* _Work request_:
Find every line in the records below that holds the word "ftype", and copy each one.
##### Provided data #####
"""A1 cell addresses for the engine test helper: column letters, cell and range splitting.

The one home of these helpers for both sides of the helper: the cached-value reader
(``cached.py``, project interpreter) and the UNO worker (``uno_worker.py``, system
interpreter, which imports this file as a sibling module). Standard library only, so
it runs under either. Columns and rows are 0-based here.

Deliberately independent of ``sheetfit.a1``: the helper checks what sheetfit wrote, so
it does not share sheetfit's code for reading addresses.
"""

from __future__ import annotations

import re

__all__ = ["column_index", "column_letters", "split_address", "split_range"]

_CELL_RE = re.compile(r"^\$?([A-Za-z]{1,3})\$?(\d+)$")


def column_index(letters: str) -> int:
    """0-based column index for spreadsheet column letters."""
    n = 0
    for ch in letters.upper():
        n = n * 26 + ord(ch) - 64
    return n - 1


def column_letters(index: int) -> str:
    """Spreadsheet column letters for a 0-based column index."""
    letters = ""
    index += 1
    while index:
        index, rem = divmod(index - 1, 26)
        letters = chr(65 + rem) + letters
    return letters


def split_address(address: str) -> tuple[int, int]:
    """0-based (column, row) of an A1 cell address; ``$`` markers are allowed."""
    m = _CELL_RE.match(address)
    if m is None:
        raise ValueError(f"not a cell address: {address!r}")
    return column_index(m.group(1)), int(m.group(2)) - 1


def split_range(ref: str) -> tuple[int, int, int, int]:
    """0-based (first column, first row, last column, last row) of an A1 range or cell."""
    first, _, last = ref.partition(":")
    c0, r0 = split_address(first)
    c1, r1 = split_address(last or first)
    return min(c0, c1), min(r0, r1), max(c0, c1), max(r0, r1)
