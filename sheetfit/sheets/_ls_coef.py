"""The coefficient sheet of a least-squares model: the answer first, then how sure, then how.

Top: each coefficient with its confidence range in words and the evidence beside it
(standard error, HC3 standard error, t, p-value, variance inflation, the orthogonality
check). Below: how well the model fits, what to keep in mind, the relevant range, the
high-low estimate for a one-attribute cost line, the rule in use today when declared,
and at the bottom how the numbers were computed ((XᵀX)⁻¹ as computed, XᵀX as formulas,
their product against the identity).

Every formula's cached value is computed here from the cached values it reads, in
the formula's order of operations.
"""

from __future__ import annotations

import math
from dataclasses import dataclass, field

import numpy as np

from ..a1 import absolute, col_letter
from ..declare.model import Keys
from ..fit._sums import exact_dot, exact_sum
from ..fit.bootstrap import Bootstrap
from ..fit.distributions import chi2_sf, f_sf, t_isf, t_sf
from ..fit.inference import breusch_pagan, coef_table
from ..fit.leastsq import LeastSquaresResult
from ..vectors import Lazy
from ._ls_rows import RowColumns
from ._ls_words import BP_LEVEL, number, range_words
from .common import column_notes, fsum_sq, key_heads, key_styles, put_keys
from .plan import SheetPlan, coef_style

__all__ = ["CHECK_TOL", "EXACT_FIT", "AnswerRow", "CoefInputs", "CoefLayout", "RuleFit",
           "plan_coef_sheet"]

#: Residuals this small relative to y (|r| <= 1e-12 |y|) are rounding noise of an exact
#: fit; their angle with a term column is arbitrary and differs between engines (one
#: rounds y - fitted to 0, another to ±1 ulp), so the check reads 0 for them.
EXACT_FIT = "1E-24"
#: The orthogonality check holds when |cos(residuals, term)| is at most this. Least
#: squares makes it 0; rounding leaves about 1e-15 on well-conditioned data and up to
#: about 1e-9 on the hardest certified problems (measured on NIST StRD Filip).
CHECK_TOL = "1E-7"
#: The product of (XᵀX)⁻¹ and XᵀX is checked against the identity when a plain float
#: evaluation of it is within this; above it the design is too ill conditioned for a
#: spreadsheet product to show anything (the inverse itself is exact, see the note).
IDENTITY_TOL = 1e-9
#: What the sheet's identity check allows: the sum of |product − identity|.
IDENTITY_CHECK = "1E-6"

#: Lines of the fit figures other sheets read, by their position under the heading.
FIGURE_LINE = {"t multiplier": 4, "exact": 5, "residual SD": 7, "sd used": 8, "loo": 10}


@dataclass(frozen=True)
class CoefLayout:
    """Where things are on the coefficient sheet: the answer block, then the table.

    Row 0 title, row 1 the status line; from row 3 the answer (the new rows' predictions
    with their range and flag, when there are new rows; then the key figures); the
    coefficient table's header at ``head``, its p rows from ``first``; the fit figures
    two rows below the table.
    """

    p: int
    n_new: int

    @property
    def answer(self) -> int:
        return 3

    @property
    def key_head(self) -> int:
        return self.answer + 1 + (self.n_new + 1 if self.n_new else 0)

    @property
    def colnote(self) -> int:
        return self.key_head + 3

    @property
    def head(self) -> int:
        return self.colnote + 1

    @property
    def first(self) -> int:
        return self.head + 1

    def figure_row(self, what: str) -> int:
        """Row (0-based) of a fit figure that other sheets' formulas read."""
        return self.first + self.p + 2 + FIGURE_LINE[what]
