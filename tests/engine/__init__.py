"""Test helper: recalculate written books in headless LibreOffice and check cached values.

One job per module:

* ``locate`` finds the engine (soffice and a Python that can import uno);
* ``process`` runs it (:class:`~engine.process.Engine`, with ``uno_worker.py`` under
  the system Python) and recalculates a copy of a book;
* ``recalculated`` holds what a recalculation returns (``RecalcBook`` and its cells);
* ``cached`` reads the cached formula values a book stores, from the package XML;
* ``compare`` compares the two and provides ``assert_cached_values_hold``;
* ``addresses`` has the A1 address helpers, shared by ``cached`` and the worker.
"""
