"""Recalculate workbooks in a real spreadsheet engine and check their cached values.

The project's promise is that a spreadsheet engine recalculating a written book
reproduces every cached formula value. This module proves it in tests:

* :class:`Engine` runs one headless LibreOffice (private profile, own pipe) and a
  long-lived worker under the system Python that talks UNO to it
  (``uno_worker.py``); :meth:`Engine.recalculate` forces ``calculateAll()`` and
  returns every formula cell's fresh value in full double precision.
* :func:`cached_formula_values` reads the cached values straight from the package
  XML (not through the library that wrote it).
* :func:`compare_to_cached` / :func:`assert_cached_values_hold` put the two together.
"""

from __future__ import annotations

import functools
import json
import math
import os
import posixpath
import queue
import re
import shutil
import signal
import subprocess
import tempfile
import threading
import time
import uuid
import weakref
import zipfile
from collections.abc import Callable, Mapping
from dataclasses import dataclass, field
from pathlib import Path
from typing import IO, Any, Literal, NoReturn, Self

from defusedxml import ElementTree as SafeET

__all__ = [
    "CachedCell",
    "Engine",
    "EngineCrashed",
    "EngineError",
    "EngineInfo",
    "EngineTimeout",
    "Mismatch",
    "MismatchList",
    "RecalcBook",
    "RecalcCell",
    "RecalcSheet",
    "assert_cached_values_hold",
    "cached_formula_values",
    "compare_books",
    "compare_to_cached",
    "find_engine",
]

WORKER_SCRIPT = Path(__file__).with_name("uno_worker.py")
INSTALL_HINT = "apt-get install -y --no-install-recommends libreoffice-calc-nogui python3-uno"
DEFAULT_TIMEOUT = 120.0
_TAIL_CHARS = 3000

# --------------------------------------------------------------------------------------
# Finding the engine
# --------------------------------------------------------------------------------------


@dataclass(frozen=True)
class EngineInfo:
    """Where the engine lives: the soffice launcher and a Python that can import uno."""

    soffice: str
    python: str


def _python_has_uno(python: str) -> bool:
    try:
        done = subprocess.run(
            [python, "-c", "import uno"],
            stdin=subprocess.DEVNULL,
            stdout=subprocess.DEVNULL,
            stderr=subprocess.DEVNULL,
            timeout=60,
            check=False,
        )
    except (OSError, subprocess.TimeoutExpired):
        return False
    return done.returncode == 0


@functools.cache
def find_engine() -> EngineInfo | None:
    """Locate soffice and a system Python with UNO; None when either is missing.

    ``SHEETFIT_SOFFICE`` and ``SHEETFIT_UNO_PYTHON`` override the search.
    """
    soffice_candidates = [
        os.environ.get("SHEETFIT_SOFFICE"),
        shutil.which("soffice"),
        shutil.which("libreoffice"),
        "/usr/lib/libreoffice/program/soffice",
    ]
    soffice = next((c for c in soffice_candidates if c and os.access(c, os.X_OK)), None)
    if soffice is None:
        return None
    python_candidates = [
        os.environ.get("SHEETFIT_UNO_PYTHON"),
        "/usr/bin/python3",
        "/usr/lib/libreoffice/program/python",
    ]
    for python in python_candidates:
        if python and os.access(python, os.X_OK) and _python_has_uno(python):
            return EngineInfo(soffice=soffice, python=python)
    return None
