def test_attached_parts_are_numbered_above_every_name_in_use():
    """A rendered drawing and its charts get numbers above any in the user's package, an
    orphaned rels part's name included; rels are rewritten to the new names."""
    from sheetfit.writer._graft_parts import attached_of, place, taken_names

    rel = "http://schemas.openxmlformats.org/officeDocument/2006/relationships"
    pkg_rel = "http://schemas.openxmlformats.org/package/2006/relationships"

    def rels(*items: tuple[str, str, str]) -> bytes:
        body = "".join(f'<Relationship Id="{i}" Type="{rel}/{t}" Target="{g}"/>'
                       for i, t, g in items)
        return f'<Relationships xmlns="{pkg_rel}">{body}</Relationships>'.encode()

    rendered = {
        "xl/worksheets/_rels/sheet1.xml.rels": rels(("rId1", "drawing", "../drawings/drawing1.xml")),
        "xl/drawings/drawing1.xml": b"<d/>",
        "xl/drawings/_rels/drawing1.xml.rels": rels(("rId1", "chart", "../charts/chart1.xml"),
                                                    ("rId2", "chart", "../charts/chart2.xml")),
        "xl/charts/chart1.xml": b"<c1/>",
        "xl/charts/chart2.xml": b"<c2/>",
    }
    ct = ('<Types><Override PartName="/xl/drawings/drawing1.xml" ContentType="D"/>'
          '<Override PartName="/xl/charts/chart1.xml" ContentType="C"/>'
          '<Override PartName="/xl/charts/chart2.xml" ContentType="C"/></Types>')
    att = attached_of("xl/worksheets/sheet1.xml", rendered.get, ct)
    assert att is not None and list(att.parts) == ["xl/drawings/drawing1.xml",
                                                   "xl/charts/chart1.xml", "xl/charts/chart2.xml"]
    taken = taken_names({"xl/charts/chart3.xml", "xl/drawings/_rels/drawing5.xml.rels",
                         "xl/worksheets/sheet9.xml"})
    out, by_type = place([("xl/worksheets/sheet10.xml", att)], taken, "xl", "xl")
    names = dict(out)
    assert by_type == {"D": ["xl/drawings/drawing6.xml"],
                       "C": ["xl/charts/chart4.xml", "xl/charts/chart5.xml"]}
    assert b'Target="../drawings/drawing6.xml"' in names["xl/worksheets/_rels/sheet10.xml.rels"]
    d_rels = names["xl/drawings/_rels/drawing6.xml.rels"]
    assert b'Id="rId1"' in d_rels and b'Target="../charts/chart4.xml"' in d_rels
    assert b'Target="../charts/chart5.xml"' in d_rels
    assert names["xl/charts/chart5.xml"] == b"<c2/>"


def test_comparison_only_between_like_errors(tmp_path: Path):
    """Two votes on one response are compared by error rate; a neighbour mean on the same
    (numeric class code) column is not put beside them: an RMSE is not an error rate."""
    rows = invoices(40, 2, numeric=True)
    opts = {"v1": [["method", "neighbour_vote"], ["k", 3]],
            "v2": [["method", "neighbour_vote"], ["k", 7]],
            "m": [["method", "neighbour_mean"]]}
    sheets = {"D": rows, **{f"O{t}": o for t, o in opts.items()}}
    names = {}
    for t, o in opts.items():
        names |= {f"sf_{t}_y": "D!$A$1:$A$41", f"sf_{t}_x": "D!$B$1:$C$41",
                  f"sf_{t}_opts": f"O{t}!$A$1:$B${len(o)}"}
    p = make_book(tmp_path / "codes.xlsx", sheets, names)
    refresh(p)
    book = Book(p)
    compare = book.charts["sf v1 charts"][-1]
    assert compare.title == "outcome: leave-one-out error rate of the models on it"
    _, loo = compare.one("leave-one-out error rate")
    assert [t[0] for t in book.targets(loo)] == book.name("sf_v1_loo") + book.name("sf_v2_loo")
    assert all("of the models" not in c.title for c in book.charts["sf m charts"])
#####
##### Provided data #####
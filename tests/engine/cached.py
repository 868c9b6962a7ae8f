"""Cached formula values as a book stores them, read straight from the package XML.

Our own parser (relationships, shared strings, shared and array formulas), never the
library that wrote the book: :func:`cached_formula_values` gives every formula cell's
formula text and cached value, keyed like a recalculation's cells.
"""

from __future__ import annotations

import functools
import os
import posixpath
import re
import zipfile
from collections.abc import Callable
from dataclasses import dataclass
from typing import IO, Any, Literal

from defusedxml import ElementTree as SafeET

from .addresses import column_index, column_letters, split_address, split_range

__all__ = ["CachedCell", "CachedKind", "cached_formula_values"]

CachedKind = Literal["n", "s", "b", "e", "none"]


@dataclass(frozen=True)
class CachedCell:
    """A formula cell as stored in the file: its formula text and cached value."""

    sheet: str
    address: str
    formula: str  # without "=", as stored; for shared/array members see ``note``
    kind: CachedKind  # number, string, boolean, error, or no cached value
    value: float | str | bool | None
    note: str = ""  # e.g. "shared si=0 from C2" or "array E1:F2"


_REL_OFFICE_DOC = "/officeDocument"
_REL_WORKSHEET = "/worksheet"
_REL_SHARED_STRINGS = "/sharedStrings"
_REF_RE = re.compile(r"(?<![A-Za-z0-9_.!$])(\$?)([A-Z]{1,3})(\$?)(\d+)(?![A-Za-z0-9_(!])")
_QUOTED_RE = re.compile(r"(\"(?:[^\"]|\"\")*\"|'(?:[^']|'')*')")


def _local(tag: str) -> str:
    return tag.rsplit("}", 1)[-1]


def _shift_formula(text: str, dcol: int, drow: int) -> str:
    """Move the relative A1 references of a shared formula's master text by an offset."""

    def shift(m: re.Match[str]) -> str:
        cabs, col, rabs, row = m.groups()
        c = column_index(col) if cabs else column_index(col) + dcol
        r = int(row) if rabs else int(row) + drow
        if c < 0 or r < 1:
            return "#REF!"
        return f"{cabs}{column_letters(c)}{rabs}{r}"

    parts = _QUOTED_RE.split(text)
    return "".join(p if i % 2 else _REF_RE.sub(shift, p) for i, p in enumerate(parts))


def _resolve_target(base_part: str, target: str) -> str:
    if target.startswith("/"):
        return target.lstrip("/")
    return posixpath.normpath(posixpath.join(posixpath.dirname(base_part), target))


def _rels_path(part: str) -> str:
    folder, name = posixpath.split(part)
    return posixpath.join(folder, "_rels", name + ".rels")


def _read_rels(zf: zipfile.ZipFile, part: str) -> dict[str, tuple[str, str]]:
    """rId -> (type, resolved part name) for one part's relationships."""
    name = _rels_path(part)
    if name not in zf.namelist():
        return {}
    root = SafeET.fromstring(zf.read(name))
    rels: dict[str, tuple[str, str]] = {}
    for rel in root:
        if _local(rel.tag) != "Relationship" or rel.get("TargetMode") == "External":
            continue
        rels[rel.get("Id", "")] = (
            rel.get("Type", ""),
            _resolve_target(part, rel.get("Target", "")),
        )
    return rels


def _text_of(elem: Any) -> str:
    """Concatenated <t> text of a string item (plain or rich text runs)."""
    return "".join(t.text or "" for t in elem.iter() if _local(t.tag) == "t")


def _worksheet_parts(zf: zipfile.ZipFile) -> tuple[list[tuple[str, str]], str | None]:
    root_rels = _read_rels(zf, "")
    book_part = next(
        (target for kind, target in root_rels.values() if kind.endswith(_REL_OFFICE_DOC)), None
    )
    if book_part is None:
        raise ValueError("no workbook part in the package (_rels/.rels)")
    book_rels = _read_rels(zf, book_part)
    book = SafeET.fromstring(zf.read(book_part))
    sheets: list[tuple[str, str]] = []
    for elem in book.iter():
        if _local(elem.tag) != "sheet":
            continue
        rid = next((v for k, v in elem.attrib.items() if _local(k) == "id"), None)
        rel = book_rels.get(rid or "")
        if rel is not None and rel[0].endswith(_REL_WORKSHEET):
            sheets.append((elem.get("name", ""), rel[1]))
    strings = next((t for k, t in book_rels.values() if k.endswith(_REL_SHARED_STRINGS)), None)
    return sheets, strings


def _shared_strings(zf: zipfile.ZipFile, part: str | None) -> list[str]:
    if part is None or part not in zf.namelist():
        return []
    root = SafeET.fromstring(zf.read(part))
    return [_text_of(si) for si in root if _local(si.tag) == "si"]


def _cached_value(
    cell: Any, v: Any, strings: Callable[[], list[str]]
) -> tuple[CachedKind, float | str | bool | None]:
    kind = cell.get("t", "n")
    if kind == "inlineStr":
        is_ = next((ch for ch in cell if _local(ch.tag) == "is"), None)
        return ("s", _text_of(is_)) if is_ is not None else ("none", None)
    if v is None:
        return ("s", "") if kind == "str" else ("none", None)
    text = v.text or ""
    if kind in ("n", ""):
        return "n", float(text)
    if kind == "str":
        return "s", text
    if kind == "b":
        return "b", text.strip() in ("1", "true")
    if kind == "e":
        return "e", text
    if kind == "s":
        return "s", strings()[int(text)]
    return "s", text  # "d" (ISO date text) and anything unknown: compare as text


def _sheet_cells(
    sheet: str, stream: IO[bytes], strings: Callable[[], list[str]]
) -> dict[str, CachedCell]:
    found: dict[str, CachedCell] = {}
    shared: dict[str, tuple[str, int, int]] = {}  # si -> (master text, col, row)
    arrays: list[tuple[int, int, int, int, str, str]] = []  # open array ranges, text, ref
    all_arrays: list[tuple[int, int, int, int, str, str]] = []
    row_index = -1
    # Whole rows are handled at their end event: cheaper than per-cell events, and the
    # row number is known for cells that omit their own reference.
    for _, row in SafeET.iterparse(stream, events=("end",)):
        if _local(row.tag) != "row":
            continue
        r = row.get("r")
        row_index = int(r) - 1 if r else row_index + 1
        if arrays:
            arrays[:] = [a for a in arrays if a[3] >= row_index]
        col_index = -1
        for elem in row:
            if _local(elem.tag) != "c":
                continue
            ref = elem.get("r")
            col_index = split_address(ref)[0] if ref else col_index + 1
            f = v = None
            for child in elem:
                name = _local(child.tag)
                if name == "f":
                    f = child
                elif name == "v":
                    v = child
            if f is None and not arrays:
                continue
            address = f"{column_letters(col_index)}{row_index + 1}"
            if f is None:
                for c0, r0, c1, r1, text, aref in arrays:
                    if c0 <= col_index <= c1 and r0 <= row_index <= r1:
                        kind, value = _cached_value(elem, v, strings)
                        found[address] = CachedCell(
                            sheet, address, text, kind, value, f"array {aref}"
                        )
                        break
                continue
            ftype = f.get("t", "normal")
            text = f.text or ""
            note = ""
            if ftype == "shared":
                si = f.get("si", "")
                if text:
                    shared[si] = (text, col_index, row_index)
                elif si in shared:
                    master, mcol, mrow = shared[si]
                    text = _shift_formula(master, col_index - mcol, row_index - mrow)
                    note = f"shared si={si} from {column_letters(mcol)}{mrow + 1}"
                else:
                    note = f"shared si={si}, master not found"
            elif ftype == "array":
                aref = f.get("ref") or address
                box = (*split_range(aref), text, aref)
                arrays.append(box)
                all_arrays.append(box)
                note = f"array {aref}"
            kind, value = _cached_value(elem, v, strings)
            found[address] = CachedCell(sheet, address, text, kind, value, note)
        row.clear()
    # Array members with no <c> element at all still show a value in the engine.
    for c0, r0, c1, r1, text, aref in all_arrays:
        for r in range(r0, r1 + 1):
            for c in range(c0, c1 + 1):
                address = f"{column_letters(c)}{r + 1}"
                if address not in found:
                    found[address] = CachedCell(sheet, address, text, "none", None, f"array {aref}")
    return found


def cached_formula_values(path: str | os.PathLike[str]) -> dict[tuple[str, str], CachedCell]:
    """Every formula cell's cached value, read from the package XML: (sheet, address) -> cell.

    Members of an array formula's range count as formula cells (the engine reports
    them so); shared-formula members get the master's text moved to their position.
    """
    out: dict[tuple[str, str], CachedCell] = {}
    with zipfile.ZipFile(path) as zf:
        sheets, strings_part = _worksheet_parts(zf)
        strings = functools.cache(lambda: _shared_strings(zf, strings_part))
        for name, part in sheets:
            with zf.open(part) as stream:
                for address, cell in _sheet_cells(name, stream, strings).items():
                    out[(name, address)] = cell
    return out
#####
* _Answer to this exercise_:
            ftype = f.get("t", "normal")
            if ftype == "shared":
            elif ftype == "array":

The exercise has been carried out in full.